Run all three checks; all must pass before declaring the system recovered.

Schema is intact:
```
sqlite3 /data/processing/github/treefera-market-insights/mlruns.db \
  ".tables"
```
Expect MLflow's standard tables — at minimum experiments, runs, metrics, params, tags, latest_metrics, and the alembic_version row.
Smoke-test a real run end-to-end against a small commodity config. From the repo root:
```
export INPUT_DATA_DIR=/data/processing/github/treefera-market-insights
uv run python -m market_insights_models.src.commodity_hindcast.cli \
  run hindcast --config market_insights_models/src/commodity_hindcast/configs/corn_usa.yaml
```
The run must complete without raising OperationalError and must produce a new row in runs (check via sqlite3 mlruns.db "SELECT COUNT(*) FROM runs;" before and after).
UI accessible:
```
mlflow ui --backend-store-uri sqlite:///mlruns.db --host 127.0.0.1 --port 5000
```
Browse to http://127.0.0.1:5000, confirm the experiment list renders, and open one run.

5. Prevention¶

Never run two pipelines for the same commodity in parallel. This is the single documented MLflow failure mode for the project — see MEMORY.md "Known Issues". Serialise same-commodity invocations.
All five commodity YAMLs ship mlflow_tracking_uri: "sqlite:///mlruns.db" (configs/corn_usa.yaml:9, configs/cotton_usa.yaml:10, configs/soybeans_usa.yaml:10, configs/soybeans_bra.yaml:20, configs/wheat_usa.yaml:11). They resolve to the same file because tracking_uri_anchored() anchors the relative URI under data_root (lib/tracking/decorators.py:43-78). Cross-commodity parallelism is therefore also writing into one SQLite file — treat it as risky and serialise where practical.
If a future migration to a real tracking server is approved, swap the YAML field to an HTTP(S) URI; tracking_uri_anchored passes those through unchanged (lib/tracking/decorators.py:59-60). That removes the SQLite single-writer bottleneck entirely.
Keep INPUT_DATA_DIR set to the repo root for every shell that invokes the CLI; otherwise the DB ends up scattered per-cwd (see the warning at lib/tracking/decorators.py:65-75).

6. Backup policy¶

[PLACEHOLDER: document the backup cadence (suggested: hourly during business hours, daily otherwise), retention window (suggested: 30 days of timestamped copies plus monthly archives), the cron job or systemd timer that produces the backups, and the on-call owner who is responsible for verifying it.]
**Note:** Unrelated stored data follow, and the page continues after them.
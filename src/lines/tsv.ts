/**
 * The tab-separated files of data/lines/: `#` comments and blank lines skipped, a header row
 * that must name the columns exactly (a file without one is a problem), then rows of exactly
 * that many cells. Each row is handed
 * on with its line number and a column finder (1-based, for file:line:col problems).
 */
export type TsvProblem = (file: string, line: number, col: number, field: string, message: string) => void;

export interface TsvRow {
  cells: string[];
  line: number;
  /** 1-based column where cell k starts. */
  col: (k: number) => number;
}

export function eachTsvRow(
  file: { name: string; text: string },
  columns: readonly string[],
  problem: TsvProblem,
  onRow: (row: TsvRow) => void,
): void {
  let header = false;
  file.text.split(/\r?\n/).forEach((text, i) => {
    const line = i + 1;
    if (text.trim() === '' || text.startsWith('#')) return;
    const cells = text.split('\t');
    if (!header) {
      header = true;
      if (cells.join('\t') !== columns.join('\t'))
        problem(file.name, line, 1, 'header', `header must be: ${columns.join(' ')}`);
      return;
    }
    if (cells.length !== columns.length) {
      problem(
        file.name,
        line,
        1,
        'row',
        `expected ${columns.length} tab-separated cells, found ${cells.length}`,
      );
      return;
    }
    onRow({ cells, line, col: (k) => cells.slice(0, k).reduce((n, c) => n + c.length + 1, 1) });
  });
  if (!header) problem(file.name, 1, 1, 'header', 'no header row');
}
The naming convention to preserve is the one already in use in the repository: mlruns.db.bak-YYYYMMDD-HHMMSS, UTC. The reference example present in the worktree is mlruns.db.bak-20260506-091937. Any automation that produces backups must:

Copy with cp -a (preserve timestamps) or use sqlite3 .backup for an online-safe copy (https://www.sqlite.org/cli.html#special_commands_to_sqlite3_dot_commands_):
```
sqlite3 mlruns.db ".backup 'mlruns.db.bak-$(date -u +%Y%m%d-%H%M%S)'"
```
.backup is the supported online-backup command and is safe to run while writers are connected; a plain cp of a file with active writers can capture a torn page.
Write the backup next to mlruns.db at the repo root so this runbook finds it via ls mlruns.db.bak-*.
Log the backup timestamp to [PLACEHOLDER: slack_channel] so on-call knows the freshness window during an incident.